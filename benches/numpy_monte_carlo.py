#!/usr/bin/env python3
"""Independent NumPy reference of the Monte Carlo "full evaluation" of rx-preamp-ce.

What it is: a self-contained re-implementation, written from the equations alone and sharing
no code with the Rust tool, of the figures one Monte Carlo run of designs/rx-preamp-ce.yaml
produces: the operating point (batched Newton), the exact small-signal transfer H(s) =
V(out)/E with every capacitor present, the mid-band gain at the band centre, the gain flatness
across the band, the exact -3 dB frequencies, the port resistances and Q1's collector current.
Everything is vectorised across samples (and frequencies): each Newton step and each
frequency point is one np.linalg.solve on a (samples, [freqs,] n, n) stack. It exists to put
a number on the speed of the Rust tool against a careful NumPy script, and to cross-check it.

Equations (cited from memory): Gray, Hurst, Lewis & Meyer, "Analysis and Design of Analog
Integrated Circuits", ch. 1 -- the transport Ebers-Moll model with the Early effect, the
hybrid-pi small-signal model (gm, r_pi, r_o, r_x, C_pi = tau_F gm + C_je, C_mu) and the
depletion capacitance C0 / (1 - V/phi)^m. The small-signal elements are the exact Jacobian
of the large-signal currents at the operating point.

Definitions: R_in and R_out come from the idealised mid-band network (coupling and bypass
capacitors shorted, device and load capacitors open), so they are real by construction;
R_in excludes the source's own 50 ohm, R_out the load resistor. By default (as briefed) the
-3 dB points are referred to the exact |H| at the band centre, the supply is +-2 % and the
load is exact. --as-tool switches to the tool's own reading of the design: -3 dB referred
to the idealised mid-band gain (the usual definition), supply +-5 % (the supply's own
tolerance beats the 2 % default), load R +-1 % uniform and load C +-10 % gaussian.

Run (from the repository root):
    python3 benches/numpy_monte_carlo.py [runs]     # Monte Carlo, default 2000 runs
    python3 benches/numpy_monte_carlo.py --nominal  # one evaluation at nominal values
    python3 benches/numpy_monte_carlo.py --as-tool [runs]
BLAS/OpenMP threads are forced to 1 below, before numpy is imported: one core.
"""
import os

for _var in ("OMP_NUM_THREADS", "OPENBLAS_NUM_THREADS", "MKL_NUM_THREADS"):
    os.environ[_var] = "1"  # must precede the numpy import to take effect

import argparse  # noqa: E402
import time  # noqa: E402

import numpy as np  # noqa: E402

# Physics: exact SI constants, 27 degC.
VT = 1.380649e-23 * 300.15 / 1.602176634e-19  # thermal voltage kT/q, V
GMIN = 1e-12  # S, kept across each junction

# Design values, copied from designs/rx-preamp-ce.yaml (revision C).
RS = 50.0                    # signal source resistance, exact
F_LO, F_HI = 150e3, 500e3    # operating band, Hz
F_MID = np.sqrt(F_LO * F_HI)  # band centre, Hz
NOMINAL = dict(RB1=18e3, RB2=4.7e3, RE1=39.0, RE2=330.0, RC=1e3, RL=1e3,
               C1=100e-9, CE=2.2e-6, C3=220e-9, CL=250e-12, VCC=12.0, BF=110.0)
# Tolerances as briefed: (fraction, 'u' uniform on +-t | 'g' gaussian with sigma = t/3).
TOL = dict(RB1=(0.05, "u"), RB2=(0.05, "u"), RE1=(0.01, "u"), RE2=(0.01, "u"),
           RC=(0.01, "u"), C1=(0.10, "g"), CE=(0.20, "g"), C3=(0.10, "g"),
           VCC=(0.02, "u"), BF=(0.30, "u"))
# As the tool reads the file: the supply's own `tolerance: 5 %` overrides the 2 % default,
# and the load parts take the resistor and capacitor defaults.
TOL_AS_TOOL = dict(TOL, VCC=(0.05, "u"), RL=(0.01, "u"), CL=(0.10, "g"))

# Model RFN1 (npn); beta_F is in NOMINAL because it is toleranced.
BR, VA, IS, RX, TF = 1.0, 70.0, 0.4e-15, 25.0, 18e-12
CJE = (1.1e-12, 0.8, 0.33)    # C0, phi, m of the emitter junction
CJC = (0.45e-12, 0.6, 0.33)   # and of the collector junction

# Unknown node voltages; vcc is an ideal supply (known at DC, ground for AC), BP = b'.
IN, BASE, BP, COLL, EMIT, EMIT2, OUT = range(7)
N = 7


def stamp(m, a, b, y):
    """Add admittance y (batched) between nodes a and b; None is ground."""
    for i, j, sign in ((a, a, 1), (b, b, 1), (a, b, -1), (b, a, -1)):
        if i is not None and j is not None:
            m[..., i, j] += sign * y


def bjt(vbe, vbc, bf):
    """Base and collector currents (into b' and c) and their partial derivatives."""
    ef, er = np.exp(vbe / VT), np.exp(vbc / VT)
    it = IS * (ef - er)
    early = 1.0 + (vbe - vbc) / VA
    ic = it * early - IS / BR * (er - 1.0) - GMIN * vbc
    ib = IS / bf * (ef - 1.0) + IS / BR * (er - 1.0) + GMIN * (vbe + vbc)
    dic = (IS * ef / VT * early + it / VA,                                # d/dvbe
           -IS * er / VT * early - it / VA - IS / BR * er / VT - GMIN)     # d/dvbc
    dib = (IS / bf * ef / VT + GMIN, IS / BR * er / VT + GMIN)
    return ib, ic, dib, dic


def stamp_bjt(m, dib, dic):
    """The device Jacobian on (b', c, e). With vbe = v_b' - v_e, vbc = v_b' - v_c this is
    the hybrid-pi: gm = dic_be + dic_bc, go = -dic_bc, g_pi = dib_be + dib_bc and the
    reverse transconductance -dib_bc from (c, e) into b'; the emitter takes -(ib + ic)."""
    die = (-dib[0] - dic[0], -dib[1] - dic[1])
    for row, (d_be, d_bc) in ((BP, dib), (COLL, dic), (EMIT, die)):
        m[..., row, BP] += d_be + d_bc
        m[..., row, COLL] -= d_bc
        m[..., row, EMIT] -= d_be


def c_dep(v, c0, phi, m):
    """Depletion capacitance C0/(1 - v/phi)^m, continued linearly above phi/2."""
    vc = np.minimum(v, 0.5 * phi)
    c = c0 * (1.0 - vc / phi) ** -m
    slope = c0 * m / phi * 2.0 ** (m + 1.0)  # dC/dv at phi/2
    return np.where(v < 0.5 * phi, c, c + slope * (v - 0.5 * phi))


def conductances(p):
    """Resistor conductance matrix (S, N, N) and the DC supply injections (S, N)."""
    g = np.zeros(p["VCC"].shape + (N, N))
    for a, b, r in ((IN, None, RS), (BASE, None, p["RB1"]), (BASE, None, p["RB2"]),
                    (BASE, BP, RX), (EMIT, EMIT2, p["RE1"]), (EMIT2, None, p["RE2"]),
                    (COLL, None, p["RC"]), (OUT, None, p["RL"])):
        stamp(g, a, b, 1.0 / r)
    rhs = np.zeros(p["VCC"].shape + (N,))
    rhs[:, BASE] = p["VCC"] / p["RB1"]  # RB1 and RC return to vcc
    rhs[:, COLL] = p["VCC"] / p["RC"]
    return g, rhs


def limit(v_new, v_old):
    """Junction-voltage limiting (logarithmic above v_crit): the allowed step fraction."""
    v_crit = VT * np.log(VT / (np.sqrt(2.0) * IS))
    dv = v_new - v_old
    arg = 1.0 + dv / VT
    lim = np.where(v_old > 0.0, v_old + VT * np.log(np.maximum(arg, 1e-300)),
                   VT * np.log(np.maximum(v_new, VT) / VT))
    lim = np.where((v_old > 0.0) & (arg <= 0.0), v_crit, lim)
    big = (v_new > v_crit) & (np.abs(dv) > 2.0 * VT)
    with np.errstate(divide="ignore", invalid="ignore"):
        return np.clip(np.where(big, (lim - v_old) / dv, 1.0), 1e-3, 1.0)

____

## [WHAT YOU HAVE TO DO]
Which lines of the listing include the string "zeros"? Pull them out.

## [TASK RESPONSE]
    g = np.zeros(p["VCC"].shape + (N, N))
    rhs = np.zeros(p["VCC"].shape + (N,))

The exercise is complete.